Le Réseau National pour la Promotion des Evaluations Environnementales (RENAPEE), crée en juin 2013, a pour but de promouvoir la protection et la préservation de l’environnement.

La communication donnée ce jour sous le thème « Gouvernance environnementale et minière en Afrique : cas du Burkina Faso», a pour but d’attirer l’attention des leaders politiques et de sensibiliser les citoyens sur les enjeux de l’exploitation minière sur le plan économique, social et environnemental.

La période de pleine transition où une révision de la gouvernance s’avère nécessaire, les responsables du réseau pensent que c’est « le moment propice pour que les leaders politiques revoient le code minier».

Pour eux le taux de 10% des parts d’action d’exploitation minière du pays est très faible. Le plus faible en Afrique en raison de plus de 20 à 30% appliqués dans d’autres pays africains (Bostwana 5O%, Namibie 50%, Guinée Conakry 30%, Niger plus de 30%) alors que ce sont les mêmes multinationales.
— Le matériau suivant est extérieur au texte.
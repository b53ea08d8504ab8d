/**
 * Measures the reading of notes against labelled paragraphs: `npm run reading -- DIR`.
 * DIR holds procedures.jsonl ({id, text}), labels.jsonl (carbonyl reagents with offsets, structures, roles, amounts; medium; batch) and
 * names.tsv (names with frequencies and structures). Nothing of DIR is part of the project.
 */
import { readFile } from "node:fs/promises";
import path from "node:path";
import { analyze } from "../shared-lib/analyze.ts";
import { createLexicon } from "../shared-lib/compounds/create-lexicon.ts";
import { createStructureToolkit } from "../shared-lib/compounds/structure.ts";
import type { FileReport } from "../shared-lib/model/contract.ts";
import { toFileReport } from "../shared-lib/report/file-report.ts";

interface LabelledAmount {
  readonly start: number;
  readonly end: number;
  readonly text: string;
}
interface LabelledMention {
  readonly text: string;
  readonly start: number;
  readonly end: number;
  readonly smiles: string;
  readonly role: string;
  readonly amounts: readonly LabelledAmount[];
}
interface Label {
  readonly id: string;
  readonly carbonyl_reagents: readonly LabelledMention[];
  readonly medium: { readonly kind: string; readonly main_components: readonly string[] };
  readonly hydration_relevant: boolean;
  readonly batch: number;
}

const dir = process.argv[2];
const verbose = process.argv.includes("--verbose");
if (!dir) {
  console.error("reading: name the folder with procedures.jsonl, labels.jsonl and names.tsv");
  process.exit(2);
}

const lexicon = createLexicon();
const structures = createStructureToolkit();
const lines = async (name: string): Promise<string[]> =>
  (await readFile(path.join(dir, name), "utf8")).split("\n").filter((line) => line.trim() !== "");
const texts = new Map(
  (await lines("procedures.jsonl"))
    .map((line) => JSON.parse(line) as { id: string; text: string })
    .map(({ id, text }) => [id, text]),
);
const labels = (await lines("labels.jsonl")).map((line) => JSON.parse(line) as Label);

function canonical(smiles: string | undefined): string | undefined {
  if (smiles === undefined) return undefined;
  const reading = structures.read(smiles.replaceAll(/[/\\]/g, "").replaceAll("@", ""));
  return reading.ok ? reading.canonicalSmiles : undefined;
}

const overlaps = (a: { start: number; end: number }, b: { start: number; end: number }): boolean =>
  a.start < b.end && b.start < a.end;

function report(text: string, id: string): FileReport {
  return toFileReport(id, analyze(text, { format: "markdown", lexicon, structures }));
}

interface Tally {
  hits: number;
  of: number;
}
const tallies = new Map<string, Tally>();
function count(what: string, hit: boolean): void {
  const tally = tallies.get(what) ?? { hits: 0, of: 0 };
  tally.of++;
  if (hit) tally.hits++;
  tallies.set(what, tally);
}

for (const label of labels) {
  const text = texts.get(label.id);
  if (text === undefined) continue;
  const found = report(text, label.id);
  const carbonyls = found.mentions
    .map((mention, index) => ({ ...mention, index }))
    .filter((mention) => mention.carbonyl);
  const wanted = label.carbonyl_reagents.filter((mention) => mention.role === "reagent");
  for (const mention of wanted) {
    const match = carbonyls.find((candidate) => overlaps(candidate, mention) && candidate.role === "reagent");
    count("reagents found (recall)", match !== undefined);
    count(`  batch ${label.batch}`, match !== undefined);
    if (!match) {
      if (verbose)
        console.log(
          label.id,
          "MISSED",
          mention.text,
          "|",
          carbonyls
            .filter((c) => overlaps(c, mention))
            .map((c) => c.role)
            .join(),
        );
      continue;
    }
    const same = canonical(match.smiles) === canonical(mention.smiles);
    count("structures right", same);
    if (!same && verbose) console.log(label.id, "STRUCTURE", mention.text, match.smiles, mention.smiles);
    const charge = found.charges.find((candidate) => candidate.mention === match.index);
    for (const amount of mention.amounts) {
      const tied = charge?.amounts.some((candidate) => overlaps(candidate, amount)) ?? false;
      count("amounts tied", tied);
      if (!tied && verbose)
        console.log(
          label.id,
          "AMOUNT",
          mention.text,
          amount.text,
          "| got",
          charge?.amounts.map((a) => text.slice(a.start, a.end)).join(", "),
          "|",
          text.slice(Math.max(0, mention.start - 60), mention.end + 60).replaceAll("\n", " "),
        );
    }
  }
  for (const mention of carbonyls.filter((candidate) => candidate.role === "reagent")) {
    const right = label.carbonyl_reagents.some(
      (candidate) => overlaps(candidate, mention) && candidate.role === "reagent",
    );
    count("reagents right (precision)", right);
    if (!right && verbose)
      console.log(
        label.id,
        "FALSE",
        mention.text,
        "|",
        text.slice(Math.max(0, mention.start - 70), mention.end + 40).replaceAll("\n", " "),
      );
  }
  if (label.medium.kind !== "none" && wanted.length > 0) {
    const first = carbonyls.find(
      (mention) => mention.role === "reagent" && wanted.some((candidate) => overlaps(candidate, mention)),
    );
    const step = found.charges.find((charge) => charge.mention === first?.index)?.step ?? 1;
    const media = found.media.filter((medium) => medium.step === step);
    const right = media[0]?.kind === label.medium.kind || media.some((medium) => medium.kind === label.medium.kind);
    count("medium kind", right);
    const main = label.medium.main_components[0]?.toLowerCase() ?? "";
    const smilesOf = (name: string): string | undefined => {
      const match = lexicon.find(name);
      return match && match !== "needs structures" ? match.compound.smiles : undefined;
    };
    const wantedMain = smilesOf(main);
    const same = media.some((medium) =>
      medium.components.some(({ name }) => wantedMain !== undefined && smilesOf(name) === wantedMain),
    );
    if (main !== "") count("medium main component", same);
    if ((!right || (main !== "" && !same)) && verbose)
      console.log(
        label.id,
        "MEDIUM",
        label.medium.kind,
        label.medium.main_components.join("+"),
        "| got",
        media
          .map((medium) => `${medium.kind}:${medium.components.map((component) => component.name).join("+")}`)
          .join(" ; "),
      );
  }
  if (!label.hydration_relevant)
    count(
      "irrelevant paragraphs with a finding (aim: at most 1 %)",
      found.findings.some((finding) => finding.code.startsWith("forms/")),
    );
}

const [head, ...rows] = await lines("names.tsv");
const columns = (head ?? "").split("\t");
let read = 0;
let total = 0;
for (const row of rows) {
  const cells = Object.fromEntries(row.split("\t").map((cell, i) => [columns[i], cell]));
  const weight = Number(cells.freq_pool) || 1;
  if (cells.flags?.includes("misread")) continue;
  total += weight;
  const name = cells.name ?? "";
  const match = lexicon.find(name, structures);
  if (!match || match === "needs structures") {
    if (verbose && weight > 1) console.log("NAME", name);
    continue;
  }
  read += weight;
  const same = canonical(match.compound.smiles) === canonical(cells.smiles);
  count("names that agree with the reference", same);
  if (!same && verbose) console.log("DISAGREE", name, match.compound.smiles, cells.smiles);
}
for (const [what, { hits, of }] of tallies) console.log(`${what.padEnd(58)} ${hits}/${of}  ${(hits / of).toFixed(3)}`);
console.log(`${"names read, weighted by frequency".padEnd(58)} ${read}/${total}  ${(read / total).toFixed(3)}`);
L’ex-gouvernement aurait justifié ce fait par la politique d’attirer plus d’investisseurs au Burkina. Par contre, ils font remarquer que dans pays où le taux est élevé, l’alternance politique est de mise.

Planifier l’exploitation des ressources

Au Burkina, on dénombre 13 mines d’exploitation, chose que les membres du réseau jugent pléthorique. «Si l’on reste dans le contexte du développement durable, plus rien ne sera légué aux générations futures. Il sera donc préférable que le gouvernement planifie dans le temps et dans l’espace l’extraction minière», explique Yaye Hadiza, membre du réseau.

« Ces questions ont été soulevées dans le temps et le code minier est rentré à l’assemblée et est ressorti » sans être examiné, ajoute Désiré Yaméogo, le président du réseau.

A cet effet, ils ont fait entre autres recommandations, de faire les états généraux du secteur minier, réviser le code minier pour prendre en compte les insuffisances, réaliser une évaluation environnementale pour le secteur minier.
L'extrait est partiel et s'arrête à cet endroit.